The Wealden Group can be found in almost all Early Cretaceous basins of England: its outcrops curve from the Wessex Basin in the south to the Cleveland Basin in the northeast. It is not found in northwest England and Wales, areas which were at the time tectonic highs where no deposition took place. The same is true for the London Platform around London and Essex. Offshore, the Wealden Group can reach a thickness of 700 metres. The terms Wealden and Wealden facies are also used as generic terms referring to Early Cretaceous non-marine sequences elsewhere in Europe.

==Stratigraphy==
The Wealden Group lies stratigraphically on top of the Purbeck Group, which spans the Jurassic-Cretaceous boundary. Within the Wessex Basin, the Wealden Group consists of two formations: the Wessex Formation and overlying Vectis Formation. In the Weald Basin, the Wealden Group consists of four formations: the Ashdown Formation, the Wadhurst Clay Formation, the Tunbridge Wells Sand Formation and the Weald Clay Formation. The lower three formations are sometimes collectively referred to as the Hastings Beds. In Oxfordshire, Buckinghamshire and Wiltshire, the Wealden Group is only found as an outlier on top of hills and only consists of a single formation, the Whitchurch Sand Formation. In Yorkshire, the equivalently aged Speeton Clay Formation, a marine unit, is present.

On top of the Wealden Group is the Lower Greensand Group. The difference between these two groups has been formed by a major eustatic (global) transgression of the sea. The Greensand (Aptian/Albian in age) consists of marine deposits.

The sequence in the Weald Basin has also been described as a supergroup, containing the Weald Clay Group and Hastings Group.

==Palaeontology==
The Wealden Group forms outcrops covering a large part of south and south-eastern England including the Isle of Wight. It takes its name from the Weald region of Kent, Sussex, Surrey and Hampshire. It has yielded many fossils, including dinosaurs like Iguanodon and Hypsilophodon.
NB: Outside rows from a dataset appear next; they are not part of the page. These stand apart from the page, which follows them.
TEST_CASE("with the lookback measure a medicine is active if dispensed in the window ending on D") {
  Fixture f;
  f.options.measure = Measure::kLookback;
  f.options.window_days = 84;
  std::vector<DispensingRecord> records = {Rx("oxybutynin 5mg tablets", D(2024, 1, 1), 28, 28)};
  // Window of 84 days ending 2024-03-24 starts on 2024-01-01 (inclusive).
  CHECK(f.On(records, D(2024, 3, 24)).items == 1);
  CHECK(f.On(records, D(2024, 3, 25)).items == 0);
  CHECK(f.On(records, D(2023, 12, 31)).items == 0);
}

TEST_CASE("excluded routes and as-needed dispensings leave the count when asked") {
  Fixture f;
  std::vector<DispensingRecord> records = {
      Rx("ibuprofen 5% gel", D(2024, 1, 1), 100, 28),
      // 28 tablets at up to 8 a day (the stated maximum) last 4 days: 1 to 4 January.
      Rx("codeine 30mg tablets", D(2024, 1, 1), 28, std::nullopt, "one or two four times a day when required")};
  CHECK(f.On(records, D(2024, 1, 3)).items == 2);
  f.options.exclude_routes = {Route::kSkin};
  CHECK(f.On(records, D(2024, 1, 3)).items == 1);
  f.options.exclude_prn = true;
  CHECK(f.On(records, D(2024, 1, 3)).items == 0);
}

TEST_CASE("the ACE inhibitor, diuretic and NSAID rule fires only with all three active") {
  // Source: Lapi et al. BMJ 2013;346:e8525 (the triple combination and acute kidney injury).
  Fixture f;
  std::vector<DispensingRecord> records = {Rx("ramipril 5mg capsules", D(2024, 1, 1), 28, 28),
                                           Rx("furosemide 40mg tablets", D(2024, 1, 1), 28, 28)};
  CHECK(f.On(records, D(2024, 1, 10)).rules.empty());
  records.push_back(Rx("ibuprofen 400mg tablets", D(2024, 1, 5), 21, 7));
  auto b = f.On(records, D(2024, 1, 10));
  REQUIRE(b.rules.size() == 1);
  CHECK(b.rules[0].rule->id == "aki-triple");
  CHECK(b.rules[0].medicines.size() == 3);
  // The 7-day NSAID course ends on 11 Jan; its tail is 7 days (min(grace, days)), so it
  // counts to 18 Jan and no longer on 19 Jan.
  CHECK(f.On(records, D(2024, 1, 18)).rules.size() == 1);
  CHECK(f.On(records, D(2024, 1, 19)).rules.empty());
}

TEST_CASE("rule matches worked out once serve every date, firing only with the medicines active then") {
  Fixture f;
  const std::vector<DispensingRecord> records = {
      Rx("ramipril 5mg capsules", D(2024, 1, 1), 28, 28), Rx("furosemide 40mg tablets", D(2024, 1, 1), 28, 28),
      Rx("ibuprofen 400mg tablets", D(2024, 1, 20), 28, 28)};
  const Timeline timeline = f.Build(records);
  const std::vector<bool> matches = MatchRuleRequirements(timeline, f.tables);
  size_t requirements = 0;
  for (const Rule& rule : f.tables.rules) requirements += rule.require.size();
  CHECK(matches.size() == timeline.medicines.size() * requirements);
  // 10 January: ibuprofen not yet dispensed; 25 January: all three are active.
  CHECK(EvaluateBurden(timeline, D(2024, 1, 10), f.tables, f.options, 80, &matches).rules.empty());
  const Burden later = EvaluateBurden(timeline, D(2024, 1, 25), f.tables, f.options, 80, &matches);
  REQUIRE(later.rules.size() == 1);
  CHECK(later.rules[0].rule->id == "aki-triple");
  CHECK(later.rules[0].medicines.size() == 3);
}

TEST_CASE("a requirement counts distinct medicines, so two NSAIDs fire the duplication rule") {
  Fixture f;
  std::vector<DispensingRecord> records = {Rx("ibuprofen 400mg tablets", D(2024, 1, 1), 84, 28)};
  CHECK(f.On(records, D(2024, 1, 10)).rules.empty());
  records.push_back(Rx("naproxen 500mg tablets", D(2024, 1, 2), 56, 28));
  auto b = f.On(records, D(2024, 1, 10));
  REQUIRE(b.rules.size() == 1);
  CHECK(b.rules[0].rule->id == "two-nsaids");
}

TEST_CASE("a rule with an age limit fires only at that age and says when the age is unknown") {
  Fixture f;
  std::vector<DispensingRecord> records = {Rx("codeine 30mg tablets", D(2024, 1, 1), 28, 28),
                                           Rx("diazepam 5mg tablets", D(2024, 1, 1), 28, 28)};
  CHECK(f.On(records, D(2024, 1, 10), 64).rules.empty());
  CHECK(f.On(records, D(2024, 1, 10), 65).rules.size() == 1);
  auto unknown = f.On(records, D(2024, 1, 10), std::nullopt);
  CHECK(unknown.rules.empty());
  CHECK(unknown.age_unknown_for_rules);
}

TEST_CASE("a scale-score requirement counts medicines with definite anticholinergic activity") {
  // Source: Boustani et al. 2008: a score of 3 is definite anticholinergic activity.
  Fixture f;
  std::vector<DispensingRecord> records = {Rx("amitriptyline 10mg tablets", D(2024, 1, 1), 28, 28),
                                           Rx("codeine 30mg tablets", D(2024, 1, 1), 28, 28)};
  CHECK(f.On(records, D(2024, 1, 10)).rules.empty());
  records.push_back(Rx("oxybutynin 5mg tablets", D(2024, 1, 1), 28, 28));
  auto b = f.On(records, D(2024, 1, 10));
  REQUIRE(b.rules.size() == 1);
  CHECK(b.rules[0].rule->id == "two-definite");
  CHECK(b.rules[0].medicines.size() == 2);
}

}  // TEST_SUITE

}  // namespace medload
Apart from fossils, it shows many other signs of being deposited in a continental environment, such as mudcracks and -in some rare cases- dinosaur footprints. Taxa included in the table below have an uncertain provenance and cannot be placed into one of the constituent formations, thus they are placed here.

=== Pterosaurs ===

Pterosaurs reported from the Wealden Group
| Genus | Species | Location | Stratigraphic position | Material | Notes | Images |
| Coloborhynchus | C. clavirostris | St.-Leonards-on-Sea; | Hastings Beds | "Anterior portion of rostrum" | An ornithocheirid pterosaur. | Coloborhynchus |

=== Dinosaurs ===

Dinosaurs reported from the Wealden Group
| Genus | Species | Location | Stratigraphic position | Material | Notes | Images |
| Regnosaurus | R. northamptoni | Cuckfield; |  | An incomplete right mandible | Traditionally regarded as a stegosaur, but later as a dubious, indeterminate thyreophoran |  |
| Thecospondylus | T. horneri | Kent; | Hastings Beds | "Internal mold of sacrum." | Dubious genus that has been variously classified as either a saurischian or ornithischian. It is currently only tentatively regarded as dinosaurian. |  |
| Therosaurus | T. anglicus | West Sussex; |  |  |  |  |
| Altispinax | A. dunkeri | East Sussex; | Hastings Beds | "Dorsal vertebrae." |  |  |
| Haestasaurus | H. becklesii | East Sussex; | Hastings Beds | Forelimb | A ?basal macronarian |  |
| Pleurocoelus | P. valdensis | East Sussex; West Sussex; |  |  | A dubious basal titanosauriform |  |
| Turiasauria | Indeterminate |  | Hasting beds? | Vertebra |  |  |
| Theropoda | Indeterminate | West Sussex, East Sussex, Kent; |  |  |  |  |
| Xenoposeidon | X. proneneukos |  |  |  | A rebbachisaurid sauropod |

== Wealden elsewhere in Europe ==
The term "Wealden" and "Wealden facies" has been applied to other Lower Cretaceous sequences in Europe, including the "German Wealden", comprising the Berriasian aged Bückeberg Formation of the Lower Saxony Basin and in Belgium, where "Wealden facies" has been used as a term to refer to the Barremian-Aptian aged sequences of the Mons Basin, including the Sainte-Barbe Clays Formation where large numbers of Iguanodon were found in the 19th century.